>>>>
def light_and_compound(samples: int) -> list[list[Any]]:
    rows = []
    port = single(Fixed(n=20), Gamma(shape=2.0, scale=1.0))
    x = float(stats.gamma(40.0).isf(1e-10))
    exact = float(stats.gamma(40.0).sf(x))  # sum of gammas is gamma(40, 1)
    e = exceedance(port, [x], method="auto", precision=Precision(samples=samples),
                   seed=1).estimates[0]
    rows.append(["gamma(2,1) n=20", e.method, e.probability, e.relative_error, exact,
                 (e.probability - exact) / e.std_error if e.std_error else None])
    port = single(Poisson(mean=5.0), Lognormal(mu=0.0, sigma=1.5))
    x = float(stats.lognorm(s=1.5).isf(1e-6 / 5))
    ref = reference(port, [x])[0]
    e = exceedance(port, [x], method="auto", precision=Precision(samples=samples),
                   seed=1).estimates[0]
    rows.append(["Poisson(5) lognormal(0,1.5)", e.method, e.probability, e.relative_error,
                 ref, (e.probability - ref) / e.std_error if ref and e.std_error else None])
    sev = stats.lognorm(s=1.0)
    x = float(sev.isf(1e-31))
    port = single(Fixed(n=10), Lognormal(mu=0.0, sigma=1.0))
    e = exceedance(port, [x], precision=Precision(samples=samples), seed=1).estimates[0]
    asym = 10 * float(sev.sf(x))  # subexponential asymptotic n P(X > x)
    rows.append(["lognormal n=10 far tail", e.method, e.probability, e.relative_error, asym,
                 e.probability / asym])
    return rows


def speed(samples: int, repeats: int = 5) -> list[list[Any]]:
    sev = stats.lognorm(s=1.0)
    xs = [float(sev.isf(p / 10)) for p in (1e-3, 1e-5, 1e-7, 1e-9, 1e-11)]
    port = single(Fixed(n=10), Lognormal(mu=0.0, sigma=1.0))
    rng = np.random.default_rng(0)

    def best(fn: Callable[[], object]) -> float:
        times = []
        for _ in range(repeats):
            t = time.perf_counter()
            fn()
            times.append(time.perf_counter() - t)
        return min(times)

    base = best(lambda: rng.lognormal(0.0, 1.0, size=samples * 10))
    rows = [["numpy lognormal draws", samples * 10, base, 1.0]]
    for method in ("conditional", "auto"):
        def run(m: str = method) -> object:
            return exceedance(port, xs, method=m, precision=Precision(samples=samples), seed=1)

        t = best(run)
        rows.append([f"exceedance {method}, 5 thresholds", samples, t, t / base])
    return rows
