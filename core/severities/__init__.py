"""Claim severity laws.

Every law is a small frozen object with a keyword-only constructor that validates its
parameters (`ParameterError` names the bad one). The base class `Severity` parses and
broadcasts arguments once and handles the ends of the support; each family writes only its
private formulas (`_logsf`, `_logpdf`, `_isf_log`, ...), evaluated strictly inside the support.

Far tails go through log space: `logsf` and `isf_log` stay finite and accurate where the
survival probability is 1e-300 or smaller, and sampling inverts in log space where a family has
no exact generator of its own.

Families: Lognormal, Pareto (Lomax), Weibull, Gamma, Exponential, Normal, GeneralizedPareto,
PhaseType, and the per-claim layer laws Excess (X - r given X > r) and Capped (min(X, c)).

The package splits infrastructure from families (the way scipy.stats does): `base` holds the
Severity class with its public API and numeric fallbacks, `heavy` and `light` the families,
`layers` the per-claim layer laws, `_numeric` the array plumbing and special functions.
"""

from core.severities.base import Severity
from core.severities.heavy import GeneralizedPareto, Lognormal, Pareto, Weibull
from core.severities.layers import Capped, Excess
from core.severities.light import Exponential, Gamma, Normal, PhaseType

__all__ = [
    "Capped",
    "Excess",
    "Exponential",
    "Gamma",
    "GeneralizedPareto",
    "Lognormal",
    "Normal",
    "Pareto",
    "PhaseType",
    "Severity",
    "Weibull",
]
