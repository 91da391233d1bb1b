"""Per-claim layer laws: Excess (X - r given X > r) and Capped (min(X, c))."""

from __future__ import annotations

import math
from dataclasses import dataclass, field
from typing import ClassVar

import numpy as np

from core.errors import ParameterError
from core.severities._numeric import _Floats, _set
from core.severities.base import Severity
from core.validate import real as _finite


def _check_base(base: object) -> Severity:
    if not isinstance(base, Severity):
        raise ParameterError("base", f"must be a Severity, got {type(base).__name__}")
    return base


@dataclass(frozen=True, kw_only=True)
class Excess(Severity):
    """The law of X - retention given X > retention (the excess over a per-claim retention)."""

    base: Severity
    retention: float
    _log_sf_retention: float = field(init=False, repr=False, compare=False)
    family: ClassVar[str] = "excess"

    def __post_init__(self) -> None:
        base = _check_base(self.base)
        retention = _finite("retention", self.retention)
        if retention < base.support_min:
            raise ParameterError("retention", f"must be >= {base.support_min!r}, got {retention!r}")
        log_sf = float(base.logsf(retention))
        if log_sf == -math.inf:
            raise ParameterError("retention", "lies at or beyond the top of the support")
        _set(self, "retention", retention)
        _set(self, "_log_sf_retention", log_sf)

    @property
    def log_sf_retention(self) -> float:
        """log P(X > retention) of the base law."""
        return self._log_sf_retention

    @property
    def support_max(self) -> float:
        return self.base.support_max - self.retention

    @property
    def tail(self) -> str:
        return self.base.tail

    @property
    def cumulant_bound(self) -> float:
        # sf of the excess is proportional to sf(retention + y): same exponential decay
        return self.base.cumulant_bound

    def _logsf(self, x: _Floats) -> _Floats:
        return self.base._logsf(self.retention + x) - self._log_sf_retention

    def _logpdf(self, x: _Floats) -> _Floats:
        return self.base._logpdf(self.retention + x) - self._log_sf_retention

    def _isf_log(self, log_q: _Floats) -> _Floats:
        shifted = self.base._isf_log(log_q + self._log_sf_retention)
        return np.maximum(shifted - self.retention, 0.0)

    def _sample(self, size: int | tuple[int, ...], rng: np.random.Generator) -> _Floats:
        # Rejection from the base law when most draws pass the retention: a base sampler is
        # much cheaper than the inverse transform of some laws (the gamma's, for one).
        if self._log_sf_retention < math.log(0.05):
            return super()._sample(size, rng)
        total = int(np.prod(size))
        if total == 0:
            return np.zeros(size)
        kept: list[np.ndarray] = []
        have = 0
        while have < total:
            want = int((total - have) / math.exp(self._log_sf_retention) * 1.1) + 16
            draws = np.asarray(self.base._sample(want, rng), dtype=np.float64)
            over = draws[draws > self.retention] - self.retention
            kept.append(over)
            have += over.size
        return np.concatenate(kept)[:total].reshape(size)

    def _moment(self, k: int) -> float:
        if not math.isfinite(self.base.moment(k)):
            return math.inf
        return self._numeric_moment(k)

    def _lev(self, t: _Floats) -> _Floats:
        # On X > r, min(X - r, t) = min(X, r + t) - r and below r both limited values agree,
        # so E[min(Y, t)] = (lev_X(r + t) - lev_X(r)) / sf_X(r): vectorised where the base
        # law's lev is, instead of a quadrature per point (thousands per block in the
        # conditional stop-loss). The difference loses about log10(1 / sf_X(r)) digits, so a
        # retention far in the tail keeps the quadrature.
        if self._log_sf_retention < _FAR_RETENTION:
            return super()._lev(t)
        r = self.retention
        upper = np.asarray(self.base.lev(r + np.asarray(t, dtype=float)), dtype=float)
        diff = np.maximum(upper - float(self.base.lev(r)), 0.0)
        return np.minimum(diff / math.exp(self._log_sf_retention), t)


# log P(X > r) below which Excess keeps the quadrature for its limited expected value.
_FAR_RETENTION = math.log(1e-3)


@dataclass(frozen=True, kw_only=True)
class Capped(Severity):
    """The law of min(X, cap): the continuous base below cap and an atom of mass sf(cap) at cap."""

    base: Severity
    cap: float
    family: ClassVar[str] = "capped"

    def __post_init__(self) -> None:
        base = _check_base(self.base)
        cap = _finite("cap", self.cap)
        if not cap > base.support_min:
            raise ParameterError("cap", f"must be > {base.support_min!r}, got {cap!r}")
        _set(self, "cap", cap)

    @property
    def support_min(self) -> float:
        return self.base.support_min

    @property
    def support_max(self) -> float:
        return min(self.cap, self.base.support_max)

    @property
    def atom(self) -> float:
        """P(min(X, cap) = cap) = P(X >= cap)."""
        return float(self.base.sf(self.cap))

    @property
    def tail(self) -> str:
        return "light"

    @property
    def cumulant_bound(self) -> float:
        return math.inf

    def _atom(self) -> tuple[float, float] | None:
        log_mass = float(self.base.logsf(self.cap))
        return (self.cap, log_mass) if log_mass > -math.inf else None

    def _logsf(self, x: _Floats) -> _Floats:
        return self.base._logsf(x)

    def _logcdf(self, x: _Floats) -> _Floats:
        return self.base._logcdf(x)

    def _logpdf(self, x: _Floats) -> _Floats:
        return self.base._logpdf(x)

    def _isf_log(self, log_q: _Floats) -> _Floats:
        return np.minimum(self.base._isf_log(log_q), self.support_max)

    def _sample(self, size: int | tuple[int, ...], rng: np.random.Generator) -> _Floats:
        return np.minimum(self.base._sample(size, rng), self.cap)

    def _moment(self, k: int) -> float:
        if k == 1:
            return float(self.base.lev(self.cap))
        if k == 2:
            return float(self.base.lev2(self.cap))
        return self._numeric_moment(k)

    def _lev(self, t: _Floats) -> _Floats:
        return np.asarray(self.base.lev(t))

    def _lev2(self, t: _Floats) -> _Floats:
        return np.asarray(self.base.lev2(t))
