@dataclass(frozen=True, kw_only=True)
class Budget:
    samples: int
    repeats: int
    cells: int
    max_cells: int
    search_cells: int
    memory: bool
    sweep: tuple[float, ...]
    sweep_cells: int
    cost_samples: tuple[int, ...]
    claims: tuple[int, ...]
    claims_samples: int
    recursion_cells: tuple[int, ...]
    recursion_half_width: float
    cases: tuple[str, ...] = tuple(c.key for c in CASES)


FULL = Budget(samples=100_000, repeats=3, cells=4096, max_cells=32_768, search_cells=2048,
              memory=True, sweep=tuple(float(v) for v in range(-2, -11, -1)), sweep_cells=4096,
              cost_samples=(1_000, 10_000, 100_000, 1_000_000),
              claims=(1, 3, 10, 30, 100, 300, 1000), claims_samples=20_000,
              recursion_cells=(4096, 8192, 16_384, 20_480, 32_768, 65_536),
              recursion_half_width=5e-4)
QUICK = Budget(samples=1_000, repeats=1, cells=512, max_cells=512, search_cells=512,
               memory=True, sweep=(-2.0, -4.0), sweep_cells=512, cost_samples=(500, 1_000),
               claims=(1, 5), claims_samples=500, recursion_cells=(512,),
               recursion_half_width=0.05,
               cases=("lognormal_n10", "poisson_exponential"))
<<<<
### Task to complete
From the listing above, output exactly the run of lines that starts with the line containing "from __future__ import annotations" and ends with the line containing "return np.maximum(shifted - self.retention, 0.0)".

### Exercise answer
from __future__ import annotations

import math
from dataclasses import dataclass, field
from typing import ClassVar

import numpy as np

from core.errors import ParameterError
from core.severities._numeric import _Floats, _set
from core.severities.base import Severity
from core.validate import real as _finite


def _check_base(base: object) -> Severity:
    if not isinstance(base, Severity):
        raise ParameterError("base", f"must be a Severity, got {type(base).__name__}")
    return base


@dataclass(frozen=True, kw_only=True)
class Excess(Severity):
    """The law of X - retention given X > retention (the excess over a per-claim retention)."""

    base: Severity
    retention: float
    _log_sf_retention: float = field(init=False, repr=False, compare=False)
    family: ClassVar[str] = "excess"

    def __post_init__(self) -> None:
        base = _check_base(self.base)
        retention = _finite("retention", self.retention)
        if retention < base.support_min:
            raise ParameterError("retention", f"must be >= {base.support_min!r}, got {retention!r}")
        log_sf = float(base.logsf(retention))
        if log_sf == -math.inf:
            raise ParameterError("retention", "lies at or beyond the top of the support")
        _set(self, "retention", retention)
        _set(self, "_log_sf_retention", log_sf)

    @property
    def log_sf_retention(self) -> float:
        """log P(X > retention) of the base law."""
        return self._log_sf_retention

    @property
    def support_max(self) -> float:
        return self.base.support_max - self.retention

    @property
    def tail(self) -> str:
        return self.base.tail

    @property
    def cumulant_bound(self) -> float:
        # sf of the excess is proportional to sf(retention + y): same exponential decay
        return self.base.cumulant_bound

    def _logsf(self, x: _Floats) -> _Floats:
        return self.base._logsf(self.retention + x) - self._log_sf_retention

    def _logpdf(self, x: _Floats) -> _Floats:
        return self.base._logpdf(self.retention + x) - self._log_sf_retention

    def _isf_log(self, log_q: _Floats) -> _Floats:
        shifted = self.base._isf_log(log_q + self._log_sf_retention)
        return np.maximum(shifted - self.retention, 0.0)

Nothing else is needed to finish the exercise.